Today's Wall Street Journal features an interview with former Treasury  
secretary Robert Rubin that probably caused him to squirm for all of  
thirty seconds, but it's better than nothing.

Rubin was in the unique position of being at the very highest (i.e.  
highest paid) echelon of Wall St., but having a mysterious non- 
management job that gave him plausible deniability for, well, pretty  
much anything that went on at the company he worked for.  He had an  
undefined senior role at Citigroup that some people might see as a  
sinecure--payment for helping the company with their successful  
campaign to have Glass-Steagall repealed a few years ago.

So now he's got to defend the astronomical sums he was paid while  
claiming that he wasn't really involved in running the company (into  
the ground).  Seeing him spin this is surreal.  But he does  
acknowledge that "there's an enormous amount that needs to be learned."

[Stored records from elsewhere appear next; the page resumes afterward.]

/** the point's result and its converged state, from the last cycle run */
function pointResult(
  run: CycleRun,
  chambers: readonly Chamber[],
  maps: readonly MapOf[],
  c: { refMass: number; converged: boolean; cycles: number; history: number[] },
): { result: PointResult; warmStart: WarmStart } {
  const { model, net, tr, burnedTrace, sp, su, sT } = run.parts;
  const { intake, exhaust, runner, numerics, rpm } = model;
  const { refMass, converged, cycles, history } = c;
  const { delivered, inletMass, peakReverse, soundSum, steps } = run;
  const events: ValveEvents = {
    ivo: mod720(intake.openAngle),
    ivc: mod720(intake.closeAngle),
    evo: mod720(exhaust.openAngle),
    evc: mod720(exhaust.closeAngle),
  };
  const trappedMass = atAngle(tr.cylinderMass, events.ivc);
  const burnedAtIvc = atAngle(burnedTrace, events.ivc);
  const crank = new Float64Array(720);
  for (let j = 0; j < 720; j++) crank[j] = j;

  const warmStart: WarmStart = {
    pipes: net.pipes.map((p, i) => {
      p.scheme.sample(sp[i]!, su[i]!, sT[i]!);
      return { pressure: Array.from(sp[i]!), velocity: Array.from(su[i]!), temperature: Array.from(sT[i]!) };
    }),
    chambers: chambers.map((c) => ({ pressure: c.pressure, temperature: c.temperature })),
  };

  const pipes: PipeMap[] = maps.map((m) => ({
    name: m.name,
    role: m.role,
    label: `${m.name}: ${m.start} to ${m.end}`,
    length: m.probe.chain.reduce((s, p) => s + p.length, 0),
    start: m.start,
    end: m.end,
    x: m.probe.x,
    pressure: m.probe.pressure,
  }));
  const runnerMap = pipes[0]!;

  const result: PointResult = {
    rpm,
    converged,
    cycles,
    deliveredMass: delivered,
    inletMass,
    massImbalance: delivered !== 0 ? (inletMass - delivered) / delivered : 0,
    referenceMass: refMass,
    volumetricEfficiency: delivered / refMass,
    trappedMass,
    residualFraction: trappedMass > 0 ? burnedAtIvc / trappedMass : 0,
    ivcPressure: atAngle(tr.cylinderPressure, events.ivc),
    valvePressureAtIvo: atAngle(tr.valvePressure, events.ivo),
    valvePressureAtIvc: atAngle(tr.valvePressure, events.ivc),
    peakReverseFlow: peakReverse,
    meanSoundSpeed: soundSum / 720,
    runnerLength: totalLength(runner.sections),
    events,
    history,
    stats: { nodes: net.pipes.reduce((s, p) => s + p.scheme.mesh.n, 0), steps, scheme: numerics.scheme },
    trace: { crank, ...tr },
    runnerMap: { x: runnerMap.x, pressure: runnerMap.pressure },
    pipes,
  };
  return { result, warmStart };
}
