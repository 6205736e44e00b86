/**
 * Output files: nothing is overwritten without --force, and every write is
 * atomic (a temporary file in the same directory, then a rename), so no
 * half-written file and no temporary file is ever left behind
 * (DESIGN §3 and the project rules on user files).
 */
import { afterAll, beforeEach, describe, expect, it } from 'vitest';
import { mkdirSync, mkdtempSync, readdirSync, readFileSync, rmSync, statSync, writeFileSync } from 'node:fs';
import { tmpdir } from 'node:os';
import { join } from 'node:path';
import { ROOT, tractwave } from './cli.js';

const DEMO = join(ROOT, 'cases/demo.yaml');
/** a coarse mesh keeps each run short; the file handling is what is tested */
const FAST = ['--set', 'numerics.meshSize=20mm'];
const root = mkdtempSync(join(tmpdir(), 'tractwave-files-'));
afterAll(() => rmSync(root, { recursive: true, force: true }));

let dir = '';
let n = 0;
beforeEach(() => {
  dir = join(root, `t${n++}`);
  mkdirSync(dir);
});

const KEEP = 'my own notes, not a trace\n';

describe('run --csv', () => {
  it('refuses to overwrite an existing file without --force: exit 2, the file unchanged, nothing else written', async () => {
    const target = join(dir, 'trace.csv');
    writeFileSync(target, KEEP);
    const before = statSync(target).mtimeMs;
    const r = await tractwave(['run', DEMO, ...FAST, '--csv', 'trace.csv'], dir);
    expect(r.code).toBe(2);
    expect(r.errLines).toHaveLength(1);
    expect(r.errLines[0]).toMatch(/^error: --csv: .*already exists.*--force/);
    expect(readFileSync(target, 'utf8')).toBe(KEEP);
    expect(statSync(target).mtimeMs).toBe(before);
    expect(readdirSync(dir)).toEqual(['trace.csv']);
  }, 20_000);

  it('with --force replaces the file with a whole trace and leaves no temporary file', async () => {
    const target = join(dir, 'trace.csv');
    writeFileSync(target, KEEP);
    const r = await tractwave(['run', DEMO, ...FAST, '--csv', 'trace.csv', '--force'], dir);
    expect(r.code, r.err).toBe(0);
    const text = readFileSync(target, 'utf8');
    expect(text).not.toContain(KEEP.trim());
    const lines = text.trim().split('\n');
    expect(lines.length).toBe(721); // a header and one row per crank degree (DESIGN §3: 720 samples)
    const width = lines[0]!.split(',').length;
    expect(lines.every((l) => l.split(',').length === width)).toBe(true); // no truncated row
    expect(readdirSync(dir)).toEqual(['trace.csv']);
  }, 20_000);

  it('writes a new file and leaves nothing else in the directory', async () => {
    const r = await tractwave(['run', DEMO, ...FAST, '--csv', 'new.csv'], dir);
    expect(r.code, r.err).toBe(0);
    expect(readdirSync(dir)).toEqual(['new.csv']);
    expect(readFileSync(join(dir, 'new.csv'), 'utf8').trim().split('\n')).toHaveLength(721);
  }, 20_000);

  it('a directory of that name is not replaced, even with --force, and no temporary file is left', async () => {
    mkdirSync(join(dir, 'out.csv'));
    writeFileSync(join(dir, 'out.csv', 'inside.txt'), KEEP);
    const r = await tractwave(['run', DEMO, ...FAST, '--csv', 'out.csv', '--force'], dir);
    expect(r.code).toBe(2);
    expect(r.errLines).toHaveLength(1);
    expect(r.errLines[0]).toMatch(/^error: --csv: /);
    expect(readFileSync(join(dir, 'out.csv', 'inside.txt'), 'utf8')).toBe(KEEP);
    expect(readdirSync(dir)).toEqual(['out.csv']);
  }, 20_000);

  it('a missing directory is bad input naming --csv, and nothing is created', async () => {
    const r = await tractwave(['run', DEMO, ...FAST, '--csv', 'no/such/dir/trace.csv'], dir);
    expect(r.code).toBe(2);
    expect(r.errLines[0]).toMatch(/^error: --csv: /);
    expect(readdirSync(dir)).toEqual([]);
  }, 20_000);
});

describe('sweep --csv', () => {
  it('refuses to overwrite without --force and replaces atomically with it', async () => {
    const target = join(dir, 'curve.csv');
    writeFileSync(target, KEEP);
    const argv = ['sweep', DEMO, ...FAST, '--rpm', '5000:5500:500', '--jobs', '1', '--csv', 'curve.csv'];
    const refused = await tractwave(argv, dir);
    expect(refused.code).toBe(2);
    expect(refused.errLines[0]).toMatch(/^error: --csv: .*--force/);
    expect(readFileSync(target, 'utf8')).toBe(KEEP);

    const forced = await tractwave([...argv, '--force'], dir);
    expect(forced.code, forced.err).toBe(0);
    const rows = readFileSync(target, 'utf8').trim().split('\n');
    expect(rows.length).toBe(3); // a header and the two speeds
    expect(readdirSync(dir)).toEqual(['curve.csv']);
  }, 30_000);
});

Rubin, Under Fire, Defends His Role at Citi

Under fire for his role in the near-collapse of Citigroup Inc., Robert  
Rubin said its problems were due to the buckling financial system, not  
its own mistakes, and that his role was peripheral to the bank's main  
operations even though he was one of its highest-paid officials.  
"Nobody was prepared for this," Mr. Rubin said in an interview. He  
cited former Federal Reserve Chairman Alan Greenspan as another  
example of someone whose reputation has been unfairly damaged by the

Mr. Rubin, senior counselor and a director at Citigroup, acknowledged  
that he was involved in a board decision to ramp up risk-taking in  
2004 and 2005, even though he was warning publicly that investors were  
taking too much risk. He said if executives had executed the plan  
properly, the bank's losses would have been less. Its troubles have  
put the former Treasury secretary in the awkward position of having to  
justify $115 million in pay since 1999, excluding stock options, while  
explaining Citigroup's $20 billion in losses over the past year and a  
government bailout of at least $45 billion.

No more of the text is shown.